Serotonin exerts its actions via specific receptors, which are located in most of the brain, especially in the hippocampus, basal ganglia, and striatum. To date, 14 distinct subtypes of the serotonergic receptors have been identified [10, 11]; among all serotonergic receptors, some have been shown to participate in the regulation of motor function and/or induction of dyskinesia in PD, such as the 5-HT1A, 5-HT1B, 5-HT2A, 5-HT2C, and the 5-HT3 receptors.
5-HT1A receptors are located somato-dendritically in the dorsal raphe nuclei, where they regulate cell firing [12]. 5-HT1A receptors have been also identified postsynaptically in other brain regions, such as the cerebral cortex, striatum, and subthalamic nucleus [13], where they serve to control release of other neurotransmitters, such as glutamate [14]. Interestingly, the activation of postsynaptic 5-HT1A receptors located at prefrontal cortex has also been shown to affect serotonin neuron activity through an indirect loop to the raphe nuclei [15–17]. 5-HT1B receptors are also expressed as autoreceptors at serotonergic terminals in target areas, where they contribute to control serotonin release. Moreover, these receptors are also localized in non-serotonergic neurons, such as the striatal medium spiny neurons, and regulate GABA release [18–20].
Among the other 5-HT receptors, the 5-HT2A receptors are involved in a variety of behaviors and diseases including anxiety, hyperactivity disorders, aggression, and social interaction. Moreover, they play a role in drug addiction and in the mechanism of action of anti-psychotic drugs. It has been shown that 5-HT2A receptors are abundant in the neocortex, striatum, and nucleus accumbens, where they appear to have a role in the emergence of motor complications [21, 22].

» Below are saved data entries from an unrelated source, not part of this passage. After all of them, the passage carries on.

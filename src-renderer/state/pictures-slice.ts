import type { StateCreator } from 'zustand';
import { MAX_PICTURES_PER_CALL } from '../../src-main/api/contracts/pictures.ts';
import type { Client } from '../client/client.ts';
import type { AppState } from './store.ts';

export interface PicturesSlice {
  pictures: {
    /**
     * Item external id -> its thumbnail as a data: URL, or null: no picture, or not answered yet (the neutral
     * placeholder either way). An id absent here has not been asked for.
     */
    byItem: Readonly<Record<string, string | null>>;
  };
  /** Asks for the thumbnails of items not asked for yet; the asks of one render go out as one call. */
  wantPictures(items: readonly string[]): void;
  /** Forgets every thumbnail (after an import, which may have changed them): the screens ask again. */
  forgetPictures(): void;
}

export const initialPictures: PicturesSlice['pictures'] = { byItem: {} };

export function createPicturesSlice(client: Client): StateCreator<AppState, [], [], PicturesSlice> {
  let batch: string[] = [];
  return (set, get) => {
    async function flush(items: string[]) {
      for (let at = 0; at < items.length; at += MAX_PICTURES_PER_CALL) {
        try {
          const r = await client.call('item.pictures', { items: items.slice(at, at + MAX_PICTURES_PER_CALL) });
          const found = Object.fromEntries(r.pictures.filter((p) => p.src !== null).map((p) => [p.item, p.src]));
          // Only ids still asked for: a forgetPictures in between wins over an answer to the earlier ask.
          set((s) => ({ pictures: { byItem: { ...s.pictures.byItem, ...keep(found, s.pictures.byItem) } } }));
        } catch {
          // Pictures are extra: the placeholders stay; the next import or workspace asks again.
        }
      }
    }
    return {
      pictures: initialPictures,
      wantPictures(items) {
        const known = get().pictures.byItem;
        const fresh = [...new Set(items)].filter((id) => !(id in known));
        if (fresh.length === 0) return;
        // Marked as asked at once (null: placeholder), so the next render does not ask again.
        set((s) => ({ pictures: { byItem: { ...s.pictures.byItem, ...Object.fromEntries(fresh.map((id) => [id, null])) } } }));
        if (batch.length === 0) {
          queueMicrotask(() => {
            const items = batch;
            batch = [];
            void flush(items);
          });
        }
        batch.push(...fresh);
      },
      forgetPictures() {
        set({ pictures: initialPictures });
      },
    };
  };
}

function keep(found: Record<string, string | null>, asked: Readonly<Record<string, string | null>>): Record<string, string | null> {
  return Object.fromEntries(Object.entries(found).filter(([id]) => id in asked));
}
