/**
 * "1 row", "2 rows", "12,400 signals": a count with its noun in the right number, for messages people
 * read. Digits are grouped with commas (en-US), as the rest of the command line prints numbers.
 */
export function plural(n: number, singular: string, pluralForm = `${singular}s`): string {
  return `${n.toLocaleString('en-US')} ${n === 1 ? singular : pluralForm}`;
}
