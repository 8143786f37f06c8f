import type { StateCreator } from 'zustand';
import type { RequestOf, ResponseOf } from '../../src-main/api/contract.ts';
import { ApiCallError, describeError, type Client } from '../client/client.ts';
import type { AppState } from './store.ts';

export type HoldoutResult = ResponseOf<'evaluate.holdout'>;
export type Backtest = ResponseOf<'shelf.backtest'>;
export type Similar = ResponseOf<'item.similar'>;
export type ItemRef = ResponseOf<'item.search'>['items'][number];
export type Proposal = ResponseOf<'propose'>;
export type AudienceGroups = ResponseOf<'audience.groups'>;
export type Forgotten = ResponseOf<'customer.forget'>;
export type ProposeRequest = RequestOf<'propose'>;

/** Where each read-only look-up shows its result and its error: beside the control that asked for it. */
export type InsightArea = 'holdout' | 'backtest' | 'similar' | 'search' | 'propose' | 'groups' | 'forget';

export interface InsightSlice {
  insight: {
    holdout: HoldoutResult | null;
    backtest: Backtest | null;
    /** `edition/shelf` the backtest was run for: another shelf's figures are never shown. */
    backtestFor: string | null;
    similar: Similar | null;
    search: ItemRef[];
    proposal: Proposal | null;
    groups: AudienceGroups | null;
    forgotten: Forgotten | null;
    busy: Partial<Record<InsightArea, boolean>>;
    errors: Partial<Record<InsightArea, string>>;
  };
  evaluateHoldout(fileName: string, content: string, k: number): Promise<void>;
  runBacktest(windowDays: number): Promise<void>;
  loadSimilar(item: string): Promise<void>;
  searchItems(query: string): Promise<void>;
  proposeWith(req: ProposeRequest): Promise<void>;
  loadGroups(): Promise<void>;
  /** Changes the range the number of groups is chosen in, or the history needed (saved for the workspace). */
  setGroupSettings(settings: RequestOf<'audience.settings'>): Promise<boolean>;
  /** Names a group, or removes a name (`group` null). */
  nameGroup(group: number | null, name: string): Promise<boolean>;
  forgetCustomer(customer: string): Promise<boolean>;
}

export function createInsightSlice(client: Client): StateCreator<AppState, [], [], InsightSlice> {
  return (set, get) => {
    type I = InsightSlice['insight'];
    /** Runs one call for an area: busy while it runs, the error (or none) after, the result stored by `put`. */
    const run = async <T>(area: InsightArea, call: () => Promise<T>, put: (v: T) => Partial<I>, describe = describeError): Promise<boolean> => {
      set((s) => {
        const errors = { ...s.insight.errors };
        delete errors[area];
        return { insight: { ...s.insight, errors, busy: { ...s.insight.busy, [area]: true } } };
      });
      try {
        const v = await call();
        set((s) => ({ insight: { ...s.insight, ...put(v), busy: { ...s.insight.busy, [area]: false } } }));
        return true;
      } catch (e) {
        set((s) => ({ insight: { ...s.insight, errors: { ...s.insight.errors, [area]: describe(e) }, busy: { ...s.insight.busy, [area]: false } } }));
        return false;
      }
    };
    const shelfRef = () => {
      const c = get().curation;
      if (!c.edition || !c.shelf) throw new Error('Open a shelf first.');
      return { edition: c.edition.label, shelf: c.shelf };
    };
    return {
      insight: { holdout: null, backtest: null, backtestFor: null, similar: null, search: [], proposal: null, groups: null, forgotten: null, busy: {}, errors: {} },
      evaluateHoldout: async (fileName, content, k) =>
        void (await run('holdout', () => client.call('evaluate.holdout', { source: { fileName, content }, k }), (holdout) => ({ holdout }))),
      async runBacktest(windowDays) {
        const ref = shelfRef();
        await run('backtest', () => client.call('shelf.backtest', { ...ref, windowDays }), (backtest) => ({ backtest, backtestFor: `${ref.edition}/${ref.shelf}` }));
      },
      loadSimilar: async (item) => void (await run('similar', () => client.call('item.similar', { item, n: 8 }), (similar) => ({ similar }))),
      searchItems: async (query) =>
        void (await run('search', () => client.call('item.search', { query, limit: 12 }), (r) => ({ search: r.items }))),
      proposeWith: async (req) => void (await run('propose', () => client.call('propose', req), (proposal) => ({ proposal }))),
      loadGroups: async () => void (await run('groups', () => client.call('audience.groups', {}), (groups) => ({ groups }))),
      setGroupSettings: (settings) => run('groups', () => client.call('audience.settings', settings), (groups) => ({ groups })),
      nameGroup: (group, name) =>
        run('groups', () => client.call('audience.name', group === null ? { remove: name } : { group, name }), (groups) => ({ groups })),
      async forgetCustomer(customer) {
        // An unknown id is the editor's typo, not a vanished record: say so without the generic "refresh".
        const typo = (e: unknown) => (e instanceof ApiCallError && e.code === 'not_found' ? `${e.message}.` : describeError(e));
        const ok = await run('forget', () => client.call('customer.forget', { customer }), (forgotten) => ({ forgotten }), typo);
        // Counts and model staleness follow the erasure.
        if (ok) await Promise.all([get().loadWorkspace(), get().loadModels()]);
        return ok;
      },
    };
  };
}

Another interesting serotonergic receptor that has been shown to play a role in the regulation of motor functions is the 5-HT2C receptor. This receptor subtype shows high and moderate expression in limbic areas and basal ganglia, respectively. The activation or blockade of 5-HT2C receptors results in an opposite effect on dopamine release; indeed, their activation induces a reduction of dopamine release along the dopaminergic pathway, while their blockade increases dopamine release along the meso-cortico-limbic as well as nigrostriatal pathways [23, 24]. Despite the influence of 5-HT2C receptors in modulating dopaminergic system, very little is known on their role in PD and dyskinesia.
5-HT3 receptors are mostly localized in limbic areas and brainstem nuclei, while they show low expression in the basal ganglia areas. Unlike other serotonergic receptors, 5-HT3 receptors are ion channels. They have been found to be involved in anxiety, schizophrenia, learning, and attention, as well as in craving and pain. Although 5-HT3 receptors have been reported to play a role in controlling striatal dopamine release [25], their involvement in PD and dyskinesia is poorly studied.
Despite the important role of serotonergic receptors in regulating motor functions, selective agonists for these receptors were generally unsuccessful for the treatment of parkinsonian motor symptoms [26]; on the other hand, the serotonergic receptors have been implicated in the development of motor complications induced by drug treatment in parkinsonian patients, such as levodopa-induced dyskinesia (LID).
Involvement of the Serotonergic System in Levodopa-Induced Dyskinesia
The therapeutic efficacy of levodopa during the first few years of treatment is conceivably due to the presence of a sufficient number of spared dopamine neurons that can provide conversion of levodopa and mediate physiological release of dopamine; however, with the progression of the disease, most of dopaminergic neurons are lost, and levodopa-derived dopamine is produced in non-dopaminergic elements, including the serotonergic terminals. In fact, serotonergic neurons are able to convert exogenous levodopa to dopamine and store and release dopamine in an activity-dependent manner in a number of experimental conditions, both in vitro and in vivo [27–29]. Indeed, serotonergic neurons share the same enzymatic machinery as dopaminergic terminals (aromatic amino acid decarboxylase and vesicular monoamine transporter 2 enzymes) and are able to convert levodopa to dopamine and to mediate storage of dopamine into synaptic vesicles.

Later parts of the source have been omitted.